Inde (Trois hommes sombres)

Photos © Thierry Bellaiche

 

 

Je faisais route vers Parc National de Ranthambore, dans l’État du Rajasthan, non loin de sa capitale Jaipur. J’étais épuisé.

 

Je croise ces trois hommes dans leur attelage constitué d’un chameau tractant une remorque. La route était plutôt une piste sablonneuse, sur laquelle j’avançais difficilement, ou du moins assez lentement, dans un véhicule sans âge. J’avais encore en tête, comme la projection versicolore d’un film à grand spectacle, les couleurs fantastiques, les mouvements et les sons incessants de la vie de Jaipur, où je venais de passer quelques jours. Et quelques nuits peu visitées par le sommeil.

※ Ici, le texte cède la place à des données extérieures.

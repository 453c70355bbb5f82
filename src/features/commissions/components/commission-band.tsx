import { useSuspenseQuery } from '@tanstack/react-query';
import { RelayBand } from '../../../components/drawings/relay-band.tsx';
import { commissionQueries } from '../../../lib/queries/commissions.ts';
import { handoffQueries } from '../../../lib/queries/handoffs.ts';
import { bandInputFrom } from '../band-input.ts';

/** The relay band for those who work on the piece. */
export function MakersBand({ commissionId, title }: { commissionId: string; title: string }) {
  const { data } = useSuspenseQuery(commissionQueries.standing(commissionId));
  const { data: legs } = useSuspenseQuery(commissionQueries.legs(commissionId));
  const { data: handoffs } = useSuspenseQuery(handoffQueries.list(commissionId));
  return <RelayBand label={title} input={bandInputFrom({ ...data, legs, handoffs })} />;
}

/** The same band from what a client may know alone. */
export function ClientsBand({ commissionId, title }: { commissionId: string; title: string }) {
  const { data } = useSuspenseQuery(commissionQueries.standing(commissionId));
  return <RelayBand label={title} input={bandInputFrom(data)} />;
}
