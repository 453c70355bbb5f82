import { useSuspenseQuery } from '@tanstack/react-query';
import type { ReactNode } from 'react';
import { Link } from 'react-router-dom';
import { moveLeg, type LegView, type PartView } from '../../../../shared/contracts/parts-and-legs.ts';
import { mayDo } from '../../../../shared/abilities/ability.ts';
import { standingFor } from '../../../../shared/engines/standing/standing.ts';
import { shortDay } from '../../../../shared/units/calendar-day.ts';
import { ProblemNotice } from '../../../components/problem-notice.tsx';
import { Button } from '../../../components/ui/button.tsx';
import { EmptyState } from '../../../components/ui/empty-state.tsx';
import { Sheet } from '../../../components/ui/sheet.tsx';
import { Stamp } from '../../../components/ui/stamp.tsx';
import { useAct } from '../../../hooks/use-act.ts';
import { useSight } from '../../../hooks/use-membership.ts';
import { usePartyBook } from '../../../hooks/use-party-names.ts';
import { keys } from '../../../lib/query-keys.ts';
import { commissionQueries } from '../../../lib/queries/commissions.ts';
import { handoffQueries } from '../../../lib/queries/handoffs.ts';
import { jointQueries, reportQueries } from '../../../lib/queries/joints.ts';
import { LEG_KIND_WORDS, LEG_STATE_STAMPS, REPORT_STATE_STAMPS } from '../../../lib/words.ts';

/** Parts and who holds each, with what may be done to each by the reader. */
export function WhoHasWhat({ commissionId, actsOf }: { commissionId: string; actsOf?: (part: PartView) => ReactNode }) {
  const { data: parts } = useSuspenseQuery(commissionQueries.parts(commissionId));
  const { nameOf } = usePartyBook(commissionId);
  return (
    <Sheet title="Who has what">
      {parts.length === 0 ? (
        <EmptyState title="No parts yet">
          Hilt, pommel, chassis and blade will be listed with who holds them.
        </EmptyState>
      ) : (
        <dl className="grid grid-cols-[auto_1fr] gap-x-6">
          {parts.map((part) => (
            <div key={part.id} className="contents">
              <dt className="border-b border-hairline py-2">{part.name}</dt>
              <dd className="border-b border-hairline py-2">
                {nameOf(part.holderPartyId)}{' '}
                <span className="text-note text-lead-grey">since {shortDay(part.holderSince)}</span>
              </dd>
              {actsOf && <dd className="col-span-2 border-b border-hairline">{actsOf(part)}</dd>}
            </div>
          ))}
        </dl>
      )}
    </Sheet>
  );
}

/** Starts or finishes one of the reader's own legs as of today. */
export function LegActs({ commissionId, leg, today }: { commissionId: string; leg: LegView; today: string }) {
  const { ability } = useSight(commissionId);
  const move = useAct(moveLeg, {
    said: 'The leg is updated.',
    stale: () => [keys.legs.list(commissionId), keys.standing.detail(commissionId), keys.bench()],
  });
  if (!mayDo(ability, 'move', 'Leg', { commissionId, partyId: leg.partyId })) return null;
  const next = leg.state === 'planned' ? 'under-way' : leg.state === 'under-way' ? 'finished' : null;
  if (!next) return null;
  const run = (early: boolean): void =>
    move.run({
      params: { commissionId, legId: leg.id },
      body: { revision: leg.revision, state: next, onDay: today, early },
    });
  return (
    <div className="grid gap-2">
      <div className="flex flex-wrap gap-2">
        <Button
          variant="outline"
          busy={move.pending}
          disabled={leg.held !== null && next === 'finished'}
          onClick={() => run(false)}
        >
          {next === 'under-way' ? 'Start today' : 'Finished today'}
        </Button>
        {move.problem?.code === 'not-in-this-state' && next === 'under-way' && (
          <Button variant="quiet" onClick={() => run(true)}>
            Start early all the same
          </Button>
        )}
      </div>
      <ProblemNotice problem={move.problem} />
    </div>
  );
}

/** Legs of the reader's own shop. */
export function OwnLegs({ commissionId, today }: { commissionId: string; today: string }) {
  const { data: legs } = useSuspenseQuery(commissionQueries.legs(commissionId));
  const { mine } = useSight(commissionId);
  const own = legs.filter((leg) => mine.has(leg.partyId) && leg.state !== 'dropped');
  if (own.length === 0) return null;
  return (
    <Sheet title="Your legs">
      <ul>
        {own.map((leg) => (
          <li key={leg.id} className="grid gap-2 border-b border-hairline py-3 last:border-b-0">
            <p className="flex flex-wrap items-center gap-2">
              <span className="font-semibold">{leg.title}</span>
              <span className="text-note text-lead-grey">{LEG_KIND_WORDS[leg.kind]}</span>
              <Stamp tone={LEG_STATE_STAMPS[leg.state].tone}>{LEG_STATE_STAMPS[leg.state].words}</Stamp>
              {leg.held && <Stamp tone="oxide">Held since {shortDay(leg.held.sinceDay)}</Stamp>}
            </p>
            {leg.privateNote && <p className="text-note text-lead-grey">Own note: {leg.privateNote}</p>}
            <LegActs commissionId={commissionId} leg={leg} today={today} />
          </li>
        ))}
      </ul>
    </Sheet>
  );
}

/** Joints the reader answers for, and the reports on them. */
export function JointsAndReports({ commissionId }: { commissionId: string }) {
  const { data: joints } = useSuspenseQuery(jointQueries.list(commissionId));
  const { data: reports } = useSuspenseQuery(reportQueries.list(commissionId));
  const { nameOf } = usePartyBook(commissionId);
  return (
    <Sheet title="Joints">
      {joints.length === 0 ? (
        <EmptyState title="No joints yet">
          Where two parts meet, and who answers for each side, will stand here.
        </EmptyState>
      ) : (
        <ul>
          {joints.map((joint) => {
            const open = reports.find((report) => report.id === joint.openReportId);
            return (
              <li key={joint.id} className="border-b border-hairline py-3 last:border-b-0">
                <p className="flex flex-wrap items-center gap-2">
                  <Link
                    className="font-semibold underline decoration-hairline underline-offset-4"
                    to={`/commissions/${commissionId}/joints/${joint.id}`}
                  >
                    {joint.name}
                  </Link>
                  {joint.holeClass && joint.shaftClass && (
                    <span className="figures text-note">
                      {joint.holeClass}/{joint.shaftClass}
                    </span>
                  )}
                  {joint.handFit && <span className="text-note text-lead-grey">{joint.handFit}</span>}
                </p>
                <p className="text-note text-lead-grey">
                  {nameOf(joint.holePartyId)} and {nameOf(joint.shaftPartyId)}
                </p>
                {open && (
                  <p className="flex flex-wrap items-center gap-2 pt-1">
                    <Link className="underline" to={`/commissions/${commissionId}/reports/${open.id}`}>
                      {open.title}
                    </Link>
                    <Stamp tone={REPORT_STATE_STAMPS[open.state].tone}>{REPORT_STATE_STAMPS[open.state].words}</Stamp>
                  </p>
                )}
              </li>
            );
          })}
        </ul>
      )}
    </Sheet>
  );
}

/** Handoffs that are not done, the reader's own first. */
export function OpenHandoffs({ commissionId }: { commissionId: string }) {
  const { data: handoffs } = useSuspenseQuery(handoffQueries.list(commissionId));
  const { data: standing } = useSuspenseQuery(commissionQueries.standing(commissionId));
  const { nameOf } = usePartyBook(commissionId);
  const partName = new Map(standing.facts.parts.map((part) => [part.id, part.name]));
  const open = handoffs.filter((handoff) => !handoff.doneOn);
  return (
    <Sheet title="Handoffs to come">
      {open.length === 0 ? (
        <EmptyState title="None planned">Parts that change hands will be listed with their days.</EmptyState>
      ) : (
        <ul>
          {open.map((handoff) => {
            const offered = handoff.offers?.find((offer) => offer.state === 'standing');
            return (
              <li key={handoff.id} className="border-b border-hairline py-3 last:border-b-0">
                <Link
                  className="underline decoration-hairline underline-offset-4"
                  to={`/commissions/${commissionId}/handoffs/${handoff.id}`}
                >
                  {handoff.partIds
                    .map((id) => partName.get(id))
                    .filter(Boolean)
                    .join(', ')}
                  : {nameOf(handoff.fromPartyId)} to {nameOf(handoff.toPartyId)}
                </Link>
                <p className="text-note text-lead-grey">
                  {handoff.agreedOn ? `agreed ${shortDay(handoff.agreedOn)}` : 'no day agreed'}
                  {offered && `; ${nameOf(offered.byPartyId)} offers ${shortDay(offered.onDay)}`}
                </p>
              </li>
            );
          })}
        </ul>
      )}
    </Sheet>
  );
}

/** What the client is told just now, so that everyone says the same. */
export function ToldToClient({ commissionId }: { commissionId: string }) {
  const { data } = useSuspenseQuery(commissionQueries.standing(commissionId));
  const standing = standingFor(data.facts, data.todayIso);
  const lines = [
    ...standing.waitsOnYou.map((wait) => `Waits on the client: ${wait.words}`),
    ...standing.waitsOnOthers.map((words) => `Waits on ${words}`),
    ...standing.now.map((now) => now.words),
    ...(standing.nextAgreedDate ? [`Next agreed day: ${standing.nextAgreedDate.words}`] : []),
  ];
  return (
    <Sheet title="What the client sees" note="The headline above, and this">
      {lines.length === 0 ? (
        <p className="text-lead-grey">Nothing beyond the headline.</p>
      ) : (
        <ul className="grid gap-1">
          {lines.map((line) => (
            <li key={line}>{line}</li>
          ))}
        </ul>
      )}
    </Sheet>
  );
}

D’un seul coup, ces hommes – les premiers êtres humains rencontrés depuis mon départ –, habillés de blanc, la tête enveloppée d’un turban rouge, avec leur peau sombre comme taillée dans une ombre inconnue du monde où ils vivent, m’offraient un contraste saisissant avec l’arc-en-ciel frénétique que je venais de voir circuler en turbulents bandeaux lumineux dans les moindres recoins de Jaipur, accompagnés des rumeurs symphoniques de voix et de chants propagés par l’omniprésente foule humaine.

 

Image sobre d’hommes qui m’apparaissaient (la fatigue aidant sans doute, mais d’une fatigue qui avive peut-être certaines perceptions parce qu’elle nous oblige littéralement à ouvrir les yeux) comme des « fantômes paradoxaux » : des fantômes en plein soleil, loin des douves et des corridors obscurs de nos imaginaires tempérés, sans les sifflements glaciaux du vent dans les meurtrières… Des créatures mutiques et noires, au sourire ésotérique, comme si elles cherchaient à « faire passer un message » que je ne pouvais ni comprendre ni interpréter. Des créatures spectrales qui ne cherchaient nullement à se dissimuler, mais qui semblaient au contraire venir non seulement à moi (effet normal de notre croisement sur la piste), mais pour moi, comme dans le ralenti d’un rêve, où les personnages invoqués par le sommeil se manifestent avec insistance pour nous dire quelque chose que nous n’entendons pas…

 

Le paysage était dominé par les nuances peu perceptibles des couleurs éteintes du sable, à peine interrompues ça et là par le vert cafardeux des rares arbres encore vivants. L’attelage avançait ou flottait dans un étrange silence au milieu de cette terne immensité. J’avançais moi-même lentement, et j’avais plutôt l’impression que je rêvais cette scène, ou peut-être que ma lutte contre l’ensommeillement lui donnait les traits déformés d’un rêve.

 

Les hommes se sont retournés vers moi. Je crois que ma dernière pensée, avant de poursuivre ma route, a été pour les trois sorcières de Macbeth. Mais Dieu merci, ces braves hommes n’avaient pas cherché à me dire mon destin.